PROBLEM TO SOLVE – Below are the records; give again exactly the line with "constexpr bool is_one_sided(PointKind", the line with "Eigen::VectorXd observed() const;", and each line that lies between them, and nothing besides.

Stored data
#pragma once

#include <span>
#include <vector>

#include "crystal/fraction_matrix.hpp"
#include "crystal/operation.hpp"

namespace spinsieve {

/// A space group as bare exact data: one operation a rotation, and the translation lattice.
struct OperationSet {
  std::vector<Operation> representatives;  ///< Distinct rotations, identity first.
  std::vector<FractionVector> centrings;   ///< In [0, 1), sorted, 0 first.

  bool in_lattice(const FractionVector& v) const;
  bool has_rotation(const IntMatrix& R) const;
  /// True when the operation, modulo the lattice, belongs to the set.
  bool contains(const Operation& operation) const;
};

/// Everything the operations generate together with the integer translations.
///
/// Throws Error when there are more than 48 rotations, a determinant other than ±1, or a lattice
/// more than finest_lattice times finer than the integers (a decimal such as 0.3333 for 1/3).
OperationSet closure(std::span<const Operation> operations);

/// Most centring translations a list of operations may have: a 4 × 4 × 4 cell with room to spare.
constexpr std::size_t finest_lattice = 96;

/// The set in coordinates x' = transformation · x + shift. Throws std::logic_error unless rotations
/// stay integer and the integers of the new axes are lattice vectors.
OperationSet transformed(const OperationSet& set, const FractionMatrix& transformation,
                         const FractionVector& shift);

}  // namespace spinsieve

* * *

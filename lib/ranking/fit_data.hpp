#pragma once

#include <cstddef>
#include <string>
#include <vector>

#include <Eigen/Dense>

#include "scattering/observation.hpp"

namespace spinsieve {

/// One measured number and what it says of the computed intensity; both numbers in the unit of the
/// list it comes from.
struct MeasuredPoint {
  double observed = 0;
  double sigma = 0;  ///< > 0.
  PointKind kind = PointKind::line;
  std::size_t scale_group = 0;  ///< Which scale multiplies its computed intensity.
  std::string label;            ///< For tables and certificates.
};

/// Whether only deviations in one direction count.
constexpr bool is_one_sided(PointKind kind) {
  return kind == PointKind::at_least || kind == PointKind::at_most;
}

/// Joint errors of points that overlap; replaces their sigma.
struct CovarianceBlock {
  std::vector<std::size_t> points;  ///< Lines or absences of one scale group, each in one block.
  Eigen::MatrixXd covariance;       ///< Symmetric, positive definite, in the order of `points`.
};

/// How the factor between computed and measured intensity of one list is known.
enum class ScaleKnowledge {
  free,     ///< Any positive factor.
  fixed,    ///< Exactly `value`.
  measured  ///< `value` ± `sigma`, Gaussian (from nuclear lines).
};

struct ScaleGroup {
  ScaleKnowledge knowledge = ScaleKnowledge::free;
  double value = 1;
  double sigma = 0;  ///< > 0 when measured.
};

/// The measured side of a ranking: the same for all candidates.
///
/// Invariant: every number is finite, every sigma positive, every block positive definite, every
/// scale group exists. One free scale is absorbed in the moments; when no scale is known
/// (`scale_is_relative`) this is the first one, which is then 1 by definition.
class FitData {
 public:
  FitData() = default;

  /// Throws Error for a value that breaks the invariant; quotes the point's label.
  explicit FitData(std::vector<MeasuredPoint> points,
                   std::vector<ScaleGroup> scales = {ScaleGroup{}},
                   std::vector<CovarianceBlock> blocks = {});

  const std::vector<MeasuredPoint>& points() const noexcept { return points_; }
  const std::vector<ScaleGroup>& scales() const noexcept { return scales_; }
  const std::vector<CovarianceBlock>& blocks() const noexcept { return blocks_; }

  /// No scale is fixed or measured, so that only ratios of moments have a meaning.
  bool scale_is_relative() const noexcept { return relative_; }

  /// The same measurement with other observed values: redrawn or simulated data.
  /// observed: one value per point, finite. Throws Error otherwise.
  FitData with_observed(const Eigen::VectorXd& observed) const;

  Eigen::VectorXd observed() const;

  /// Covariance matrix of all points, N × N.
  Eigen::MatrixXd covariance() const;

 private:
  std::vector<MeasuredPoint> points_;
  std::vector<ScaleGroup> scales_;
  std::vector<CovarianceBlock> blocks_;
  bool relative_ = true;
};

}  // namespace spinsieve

SOLUTION –
constexpr bool is_one_sided(PointKind kind) {
  return kind == PointKind::at_least || kind == PointKind::at_most;
}

/// Joint errors of points that overlap; replaces their sigma.
struct CovarianceBlock {
  std::vector<std::size_t> points;  ///< Lines or absences of one scale group, each in one block.
  Eigen::MatrixXd covariance;       ///< Symmetric, positive definite, in the order of `points`.
};

/// How the factor between computed and measured intensity of one list is known.
enum class ScaleKnowledge {
  free,     ///< Any positive factor.
  fixed,    ///< Exactly `value`.
  measured  ///< `value` ± `sigma`, Gaussian (from nuclear lines).
};

struct ScaleGroup {
  ScaleKnowledge knowledge = ScaleKnowledge::free;
  double value = 1;
  double sigma = 0;  ///< > 0 when measured.
};

/// The measured side of a ranking: the same for all candidates.
///
/// Invariant: every number is finite, every sigma positive, every block positive definite, every
/// scale group exists. One free scale is absorbed in the moments; when no scale is known
/// (`scale_is_relative`) this is the first one, which is then 1 by definition.
class FitData {
 public:
  FitData() = default;

  /// Throws Error for a value that breaks the invariant; quotes the point's label.
  explicit FitData(std::vector<MeasuredPoint> points,
                   std::vector<ScaleGroup> scales = {ScaleGroup{}},
                   std::vector<CovarianceBlock> blocks = {});

  const std::vector<MeasuredPoint>& points() const noexcept { return points_; }
  const std::vector<ScaleGroup>& scales() const noexcept { return scales_; }
  const std::vector<CovarianceBlock>& blocks() const noexcept { return blocks_; }

  /// No scale is fixed or measured, so that only ratios of moments have a meaning.
  bool scale_is_relative() const noexcept { return relative_; }

  /// The same measurement with other observed values: redrawn or simulated data.
  /// observed: one value per point, finite. Throws Error otherwise.
  FitData with_observed(const Eigen::VectorXd& observed) const;

  Eigen::VectorXd observed() const;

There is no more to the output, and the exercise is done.